Prompt -> The lines to copy are those in the records below that hold the word "only".

Data ->
▽

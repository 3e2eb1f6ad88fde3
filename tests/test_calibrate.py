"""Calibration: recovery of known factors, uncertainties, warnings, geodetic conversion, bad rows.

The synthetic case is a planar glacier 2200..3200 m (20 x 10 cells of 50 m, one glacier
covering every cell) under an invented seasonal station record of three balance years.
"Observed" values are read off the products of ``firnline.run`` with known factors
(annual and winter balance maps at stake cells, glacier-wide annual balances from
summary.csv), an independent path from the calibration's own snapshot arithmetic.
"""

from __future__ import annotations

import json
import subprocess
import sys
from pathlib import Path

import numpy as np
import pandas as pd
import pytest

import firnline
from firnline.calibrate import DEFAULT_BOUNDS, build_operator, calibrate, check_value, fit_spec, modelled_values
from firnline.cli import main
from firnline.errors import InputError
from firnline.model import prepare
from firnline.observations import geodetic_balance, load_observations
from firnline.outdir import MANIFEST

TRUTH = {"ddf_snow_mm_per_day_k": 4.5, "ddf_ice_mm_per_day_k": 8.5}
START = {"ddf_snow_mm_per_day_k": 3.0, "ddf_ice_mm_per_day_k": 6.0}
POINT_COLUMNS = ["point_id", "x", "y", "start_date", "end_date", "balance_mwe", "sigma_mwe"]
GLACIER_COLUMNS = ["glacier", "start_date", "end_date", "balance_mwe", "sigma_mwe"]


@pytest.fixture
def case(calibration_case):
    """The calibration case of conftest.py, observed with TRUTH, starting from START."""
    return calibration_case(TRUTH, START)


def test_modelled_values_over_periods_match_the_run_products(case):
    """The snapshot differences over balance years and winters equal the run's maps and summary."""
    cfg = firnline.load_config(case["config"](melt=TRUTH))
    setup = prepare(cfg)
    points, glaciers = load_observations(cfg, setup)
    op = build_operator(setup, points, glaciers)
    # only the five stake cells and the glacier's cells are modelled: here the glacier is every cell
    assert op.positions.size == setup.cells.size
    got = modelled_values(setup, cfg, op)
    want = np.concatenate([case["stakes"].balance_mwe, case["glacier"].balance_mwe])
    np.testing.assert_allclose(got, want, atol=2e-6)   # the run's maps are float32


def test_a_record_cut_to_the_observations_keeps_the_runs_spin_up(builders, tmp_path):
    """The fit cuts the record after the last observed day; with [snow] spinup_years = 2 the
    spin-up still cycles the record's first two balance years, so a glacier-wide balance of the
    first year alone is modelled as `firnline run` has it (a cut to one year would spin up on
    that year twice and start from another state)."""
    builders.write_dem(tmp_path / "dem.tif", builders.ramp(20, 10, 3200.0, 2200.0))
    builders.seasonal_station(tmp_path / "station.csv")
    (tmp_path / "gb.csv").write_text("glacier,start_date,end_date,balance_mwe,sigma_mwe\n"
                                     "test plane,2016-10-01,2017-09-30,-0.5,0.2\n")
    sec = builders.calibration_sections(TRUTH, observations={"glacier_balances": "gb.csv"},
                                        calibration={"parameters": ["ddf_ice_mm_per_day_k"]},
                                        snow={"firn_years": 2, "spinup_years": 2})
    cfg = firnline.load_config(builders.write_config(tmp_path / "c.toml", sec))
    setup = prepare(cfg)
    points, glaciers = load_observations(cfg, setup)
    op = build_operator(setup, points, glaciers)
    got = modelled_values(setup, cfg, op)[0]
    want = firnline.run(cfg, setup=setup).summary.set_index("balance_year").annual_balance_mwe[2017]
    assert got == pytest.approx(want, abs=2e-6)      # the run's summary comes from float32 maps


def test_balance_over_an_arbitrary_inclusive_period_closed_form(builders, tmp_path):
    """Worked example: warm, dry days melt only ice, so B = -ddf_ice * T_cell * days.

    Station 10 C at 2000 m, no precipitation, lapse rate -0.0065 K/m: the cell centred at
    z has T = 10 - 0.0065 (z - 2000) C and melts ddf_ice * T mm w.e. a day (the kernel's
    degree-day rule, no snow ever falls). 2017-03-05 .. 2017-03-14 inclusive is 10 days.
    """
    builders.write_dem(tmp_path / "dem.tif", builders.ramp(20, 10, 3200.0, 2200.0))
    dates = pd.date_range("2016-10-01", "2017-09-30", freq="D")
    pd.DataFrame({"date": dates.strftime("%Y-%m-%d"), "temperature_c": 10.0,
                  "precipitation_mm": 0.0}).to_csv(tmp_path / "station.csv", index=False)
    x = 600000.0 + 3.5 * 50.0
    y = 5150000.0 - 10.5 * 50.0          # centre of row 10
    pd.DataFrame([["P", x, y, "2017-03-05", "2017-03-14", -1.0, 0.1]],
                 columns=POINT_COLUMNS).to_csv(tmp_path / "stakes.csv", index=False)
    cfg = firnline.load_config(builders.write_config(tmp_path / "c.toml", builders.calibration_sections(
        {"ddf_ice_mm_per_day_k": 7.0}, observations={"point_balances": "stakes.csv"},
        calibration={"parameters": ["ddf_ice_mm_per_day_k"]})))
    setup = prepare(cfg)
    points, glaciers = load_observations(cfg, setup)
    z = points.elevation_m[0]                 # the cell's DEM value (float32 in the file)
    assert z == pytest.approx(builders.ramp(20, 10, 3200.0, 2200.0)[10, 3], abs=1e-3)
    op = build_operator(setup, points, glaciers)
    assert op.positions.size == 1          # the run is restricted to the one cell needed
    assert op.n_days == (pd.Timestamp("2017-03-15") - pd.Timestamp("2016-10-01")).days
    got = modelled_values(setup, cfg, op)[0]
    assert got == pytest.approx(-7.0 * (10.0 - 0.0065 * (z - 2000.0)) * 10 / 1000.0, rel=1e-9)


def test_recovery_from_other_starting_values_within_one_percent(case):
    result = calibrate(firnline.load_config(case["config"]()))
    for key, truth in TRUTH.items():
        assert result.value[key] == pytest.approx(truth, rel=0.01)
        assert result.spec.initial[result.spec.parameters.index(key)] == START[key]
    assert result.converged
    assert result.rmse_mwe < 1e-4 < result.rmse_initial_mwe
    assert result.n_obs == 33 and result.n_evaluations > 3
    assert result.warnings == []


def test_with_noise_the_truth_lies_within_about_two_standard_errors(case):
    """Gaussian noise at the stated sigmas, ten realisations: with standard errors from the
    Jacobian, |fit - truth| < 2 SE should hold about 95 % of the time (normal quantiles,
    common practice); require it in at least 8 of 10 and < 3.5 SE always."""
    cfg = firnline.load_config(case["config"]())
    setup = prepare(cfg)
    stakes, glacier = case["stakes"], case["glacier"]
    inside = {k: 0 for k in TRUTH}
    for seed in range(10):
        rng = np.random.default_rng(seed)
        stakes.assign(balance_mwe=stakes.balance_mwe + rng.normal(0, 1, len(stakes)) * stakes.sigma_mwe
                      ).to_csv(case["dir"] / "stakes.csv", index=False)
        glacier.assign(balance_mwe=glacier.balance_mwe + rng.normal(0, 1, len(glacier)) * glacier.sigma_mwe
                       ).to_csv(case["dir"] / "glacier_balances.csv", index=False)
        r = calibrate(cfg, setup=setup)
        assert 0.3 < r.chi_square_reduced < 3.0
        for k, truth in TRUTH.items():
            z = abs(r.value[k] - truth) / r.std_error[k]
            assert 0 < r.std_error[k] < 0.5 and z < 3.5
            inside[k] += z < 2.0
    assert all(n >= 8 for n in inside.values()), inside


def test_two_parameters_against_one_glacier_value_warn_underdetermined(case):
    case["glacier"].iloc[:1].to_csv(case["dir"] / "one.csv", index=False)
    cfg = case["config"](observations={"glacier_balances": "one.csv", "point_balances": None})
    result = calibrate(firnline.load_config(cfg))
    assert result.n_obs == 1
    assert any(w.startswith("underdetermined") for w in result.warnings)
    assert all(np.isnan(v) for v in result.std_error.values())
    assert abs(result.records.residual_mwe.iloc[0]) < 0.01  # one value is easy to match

△

Your response ->
    # only the five stake cells and the glacier's cells are modelled: here the glacier is every cell
    """Worked example: warm, dry days melt only ice, so B = -ddf_ice * T_cell * days.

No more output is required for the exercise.